Sang manttan pengikut Santo Fransiskus Asisi itu terus mendengarkan. Ia begitu sabar dan lembut. Bercerita padanya sedikit-banyak membuat perasaan Maurin lebih tenang.
“Awalnya dia menyudutkan aku. Melemahkan posisiku. Menyalahkanku karena telah memberi pandangan baru pada Albert tentang psikologi dan keluarga. Apakah aku sudah merusak calon Imam, Mas Roman?”
Tanpa mengenal lelah, pria baik hati itu meyakinkan Maurin jika ia sama sekali tidak bersalah. Bukan dirinya yang merusak calon Imam. Kata-katanya membawa pengaruh positif di hati Maurin.
“Aku tidak bersalah, kan? Oh astaga...harusnya aku yang mendengarkan dan membantumu. Tapi malah kebalikannya. Well, Mas Roman baik-baik saja kan?” ujar Maurin, merasa bersalah.
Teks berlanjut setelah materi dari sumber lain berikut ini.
/* Rigid shares: statics of every layer, slender posts as the pile formula has them, and moments
 * that a share by nearness cannot see. */
#include "check/lever_share.h"
#include "check/stage.h"

typedef struct tally {
    double sum[6];    /* about the origin */
    double pull_N[8]; /* by post */
    double plate_N, moment_Nmm;
    int taken;
} tally;

static fw_status add_up(void *context, const fw_lever_anchor *anchor, const double force[6],
                        fw_fault *fault)
{
    (void)fault;
    static const double origin[3] = {0};
    tally *t = context;
    double moved[6];
    fw_six_move_wrench(anchor->stiffness.at, origin, force, moved);
    for (int i = 0; i < 6; i++)
        t->sum[i] += moved[i];
    if (anchor->post >= 0)
        t->pull_N[anchor->post] = force[2];
    else
        t->plate_N = force[2];
    t->moment_Nmm = fmax(t->moment_Nmm, hypot(force[3], force[4]));
    t->taken++;
    return FW_OK;
}

/* One layer of part on the anchors of the layers before, handed out alone. */
typedef struct bench {
    fw_setup setup;
    fw_lever lever;
    fw_sheet sheet;
    fw_film_memo *memo;
    fw_budget budget;
} bench;

static void bench_open(bench *b, const stage *s)
{
    *b = (bench){.setup = stage_setup(s)};
    b->budget = (fw_budget){.holder = "memo", .limit = 16u << 20};
    b->lever.setup = &b->setup;
    assert_int_equal(fw_film_memo_create(&b->budget, &b->memo, NULL), FW_OK);
    fw_greys greys = stage_layer(s, s->layers - 1);
    assert_int_equal(fw_sheet_build(&b->sheet, &b->setup, NULL, 0, &greys, NULL), FW_OK);
    fw_greys_free(&greys);
    for (uint32_t v = 0; v < b->sheet.slice.void_regions.count; v++)
        b->sheet.cavity[v] = FW_OPEN;
    b->sheet.openings =
        (fw_openings){&b->sheet.slice.voids, &b->sheet.slice.void_regions, b->sheet.cavity, 0};
    assert_int_equal(fw_peel_solve(&b->setup, &b->sheet.slice, b->sheet.posts_only,
                                   &b->sheet.openings, b->memo, &b->sheet.peel, NULL),
                     FW_OK);
    assert_int_equal(fw_lever_follow(&b->lever, &b->sheet, NULL, NULL), FW_OK);
    b->sheet.layer = s->layers - 1;
}

static tally bench_step(bench *b)
{
    tally t = {.taken = 0};
    const fw_lever_taker taker = {add_up, &t};
    assert_int_equal(fw_lever_step(&b->lever, &b->sheet, &taker, NULL), FW_OK);
    return t;
}

static void bench_close(bench *b)
{
    fw_lever_close(&b->lever);
    fw_sheet_free(&b->sheet);
    fw_film_memo_free(b->memo);
}

/* A disc of 2 mm at (x, y) mm in the last of 120 layers of 100 um. */
static stage pulled_at(double x_mm, double y_mm)
{
    stage s = stage_new(200, 200, 120);
    s.job.max_peel_N = 1e-6;
    stage_disc(&s, x_mm * 10, y_mm * 10, 20, 119, 120, 255);
    return s;
}

static fw_post slender(double x_mm, double y_mm)
{
    return (fw_post){.routed = true,
                     .tip_layer = 119,
                     .point_count = 2,
                     .path = {{x_mm, y_mm, 11.9}, {x_mm, y_mm, 0}},
                     .tip_mm = 0.2,
                     .neck_mm = 0,
                     .shaft_mm = 0.2,
                     .foot_mm = 0.2};
}

/* P_i = F/n + F ex x_i / sum x^2 + F ey y_i / sum y^2 (pile groups, common practice): slender posts
 * carry next to nothing by bending. */
static void slender_posts_are_piles(void **state)
{
    (void)state;
    static const double at[4][2] = {{7, 6}, {13, 6}, {13, 14}, {7, 14}};
    stage s = pulled_at(11, 11.5);
    bench b;
    bench_open(&b, &s);
    for (int32_t p = 0; p < 4; p++) {
        const fw_post post = slender(at[p][0], at[p][1]);
        assert_int_equal(fw_lever_add_post(&b.lever, &post, p, 0, NULL), FW_OK);
    }
    const tally t = bench_step(&b);
    assert_int_equal(t.taken, 4);
    const double f = b.sheet.peel.force_N;
    for (int p = 0; p < 4; p++) {
        const double x = at[p][0] - 10, y = at[p][1] - 10;
        assert_near(t.pull_N[p], f / 4 + f * 1 * x / 36 + f * 1.5 * y / 64, 0.01);
    }
    bench_close(&b);
    stage_free(&s);
}

/* Forces and moments of all anchors make the load again, whatever they are. */
static void shares_are_in_balance(void **state)
{
    (void)state;
    stage s = pulled_at(12, 9);
    bench b;
    bench_open(&b, &s);
    for (int32_t p = 0; p < 5; p++) {
        fw_post post = slender(6 + 2.1 * p, 5 + 1.7 * (p * 3 % 5));
        post.tip_mm = 0.4;
        post.neck_mm = 1.5;
        post.shaft_mm = 0.8 + 0.2 * p;
        post.foot_mm = 2;
        post.path[1].x += 0.8 * p;
        assert_int_equal(fw_lever_add_post(&b.lever, &post, p, 0, NULL), FW_OK);
    }
    stage plate = stage_new(200, 200, 1);
    stage_box(&plate, 100, 120, 0, 130, 170, 1, 255);
    fw_slice contact = stage_slice(&plate, 0);
    assert_int_equal(fw_lever_add_plate(&b.lever, &contact.intended, 0, 0, NULL), FW_OK);
    const tally t = bench_step(&b);
    const double f = b.sheet.peel.force_N;
    assert_int_equal(t.taken, 6);
    assert_true(fabs(t.sum[0]) < 1e-6 * f && fabs(t.sum[1]) < 1e-6 * f);
    assert_near(t.sum[2], f, 1e-6);
    assert_near(t.sum[3], f * 9, 2e-3); /* y Fz about x; the field's centre to the work tolerance */
    assert_near(t.sum[4], -f * 12, 2e-3);
    assert_true(fabs(t.sum[5]) < 1e-5 * f);
    fw_slice_free(&contact);
    stage_free(&plate);
    bench_close(&b);
    stage_free(&s);
}

/* One post holds what hangs beside it by its moment alone. */
static void one_post_takes_the_moment(void **state)
{
    (void)state;
    stage s = pulled_at(12, 10);
    bench b;
    bench_open(&b, &s);
    const fw_post post = slender(10, 10);
    assert_int_equal(fw_lever_add_post(&b.lever, &post, 0, 0, NULL), FW_OK);
    const tally t = bench_step(&b);
    assert_near(t.pull_N[0], b.sheet.peel.force_N, 1e-9);
    assert_near(t.moment_Nmm, 2 * b.sheet.peel.force_N, 2e-3);
    bench_close(&b);
    stage_free(&s);
}

/* The chain follows the post: its diameters at every break, from tip to plate. */
static void nodes_follow_the_post(void **state)
{
    (void)state;
    const fw_post post = {.routed = true,
                          .tip_layer = 100,
                          .point_count = 3,
                          .path = {{2, 3, 10}, {2, 3, 6}, {5, 3, 0}},
                          .tip_mm = 0.4,
                          .neck_mm = 1.5,
                          .shaft_mm = 1,
                          .foot_mm = 2};
    fw_beam_node node[FW_LEVER_NODES];
    assert_int_equal(fw_lever_nodes(&post, 0.1, node), 5);
    static const double z[] = {10, 8.5, 6, 0.5, 0}, d[] = {0.4, 1, 1, 1, 2};
    for (int i = 0; i < 5; i++) {
        assert_near(node[i].at[2] + 1, z[i] + 1, 1e-12);
        assert_near(node[i].d_mm, d[i], 1e-8);
    }
    assert_near(node[3].at[0], 4.75, 1e-12);
    fw_post none = post;
    none.routed = false;
    assert_int_equal(fw_lever_nodes(&none, 0.1, node), 0);
}

/* A table that reaches far out on one side: its far post pulls more than half, and the judge says
 * so where nearness alone would not. */
static void an_arm_loads_by_its_lever(void **state)
{
    (void)state;
    stage s = stage_new(140, 40, 26);
    s.job.max_peel_N = 1e-6;
    s.job.resin.reach_mm = 12;
    stage_post(&s, 2.0, 2.0, 20, true);
    stage_post(&s, 4.0, 2.0, 20, true);
    stage_box(&s, 10, 14, 20, 50, 26, 24, 255);
    stage_box(&s, 10, 14, 24, 130, 26, 26, 255);
    fw_report report = stage_judge(&s);

    /* Of the last layer, an arm of 12 mm, statics of a beam on two pins give the near post a push
     * and the far one (7 - 2) / (4 - 2) = 2.5 times the load. */
    const double whole_N = report.layer[25].peel_N;
    assert_true(report.post_result[1].load_N > 1.5 * whole_N);
    fw_report_free(&report);
    stage_free(&s);
}

/* A window that slides bends the post: the moment at its foot is force times height, and the
 * anchor's own force is the slide's. */
static void a_slide_bends_the_post(void **state)
{
    (void)state;
    stage s = pulled_at(10, 10);
    s.job.machine.mode = FW_MODE_SLIDE;
    s.job.machine.speed_mm_s = 10;
    s.job.machine.slide_deg = 90;
    bench b;
    bench_open(&b, &s);
    const fw_post post = slender(10, 10);
    assert_int_equal(fw_lever_add_post(&b.lever, &post, 0, 0, NULL), FW_OK);
    const tally t = bench_step(&b);
    const double f = b.sheet.peel.force_N;
    assert_near(t.sum[1], f, 1e-9);
    assert_true(fabs(t.sum[0]) < 1e-9 * f && fabs(t.sum[2]) < 1e-9 * f);
    assert_near(fabs(t.sum[3]), f * 12, 1e-6); /* of the window's face, 120 layers of 0.1 mm */
    bench_close(&b);
    stage_free(&s);
}

/* A plate on one tall thin post, pushed on the way back: it buckles where it held the pull. */
static void a_tall_post_buckles(void **state)
{
    (void)state;
    stage s = stage_new(60, 60, 84);
    s.job.resin.reach_mm = 12;
    s.job.resin.tensile_MPa = 100;
    s.job.resin.plate_adhesion_MPa = 50;
    s.job.resin.modulus_MPa = 20;
    stage_post(&s, 3.0, 3.0, 80, true);
    stage_box(&s, 15, 15, 80, 45, 45, 84, 255);
    fw_report pulled = stage_judge(&s);
    assert_null(finding_of(&pulled, FW_SHAFT_BUCKLING));
    s.job.machine.approach_mm_s = 2;
    s.job.machine.approach_to_um = 60;
    fw_report pushed = stage_judge(&s);
    const fw_finding *finding = finding_of(&pushed, FW_SHAFT_BUCKLING);
    assert_non_null(finding);
    assert_int_equal(finding->severity, FW_FAIL);
    assert_int_equal(pushed.post_result[0].governs, FW_CHECK_BUCKLING);
    assert_near(pushed.post_result[0].margin, finding->margin, 1e-12);
    fw_report_free(&pulled);
    fw_report_free(&pushed);
    stage_free(&s);
}

int main(void)
{

    const struct CMUnitTest tests[] = {
        cmocka_unit_test(slender_posts_are_piles),   cmocka_unit_test(shares_are_in_balance),
        cmocka_unit_test(one_post_takes_the_moment), cmocka_unit_test(nodes_follow_the_post),
        cmocka_unit_test(an_arm_loads_by_its_lever), cmocka_unit_test(a_slide_bends_the_post),
        cmocka_unit_test(a_tall_post_buckles)};
    return cmocka_run_group_tests(tests, NULL, NULL);
}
“Saya baik-baik saja.” Balas pria itu menenteramkan.
“Alhamdulillah...”
**
Pukul dua pagi, Maurin masih terjaga. Mungkin ia takkan tidur malam ini. Sisa malam dilewatkannya dengan zikir dan doa. Sesekali mendengarkan musik dan menyetel radio. Menyimak program favoritnya di waktu tengah malam ke atas.
Ia masih mengharapkan Albert di sisinya. Namun ternyata pemuda itu belum sadar. Justru pria-pria lain yang datang. Satu ia hindari, satu pria lainnya ia percayai karena bisa membuatnya tenang. Pria yang ia percaya.
Lelah dengan hatinya, Maurin beranjak menghampiri piano. Memainkan tuts hitam-putihnya, lalu bernyanyi.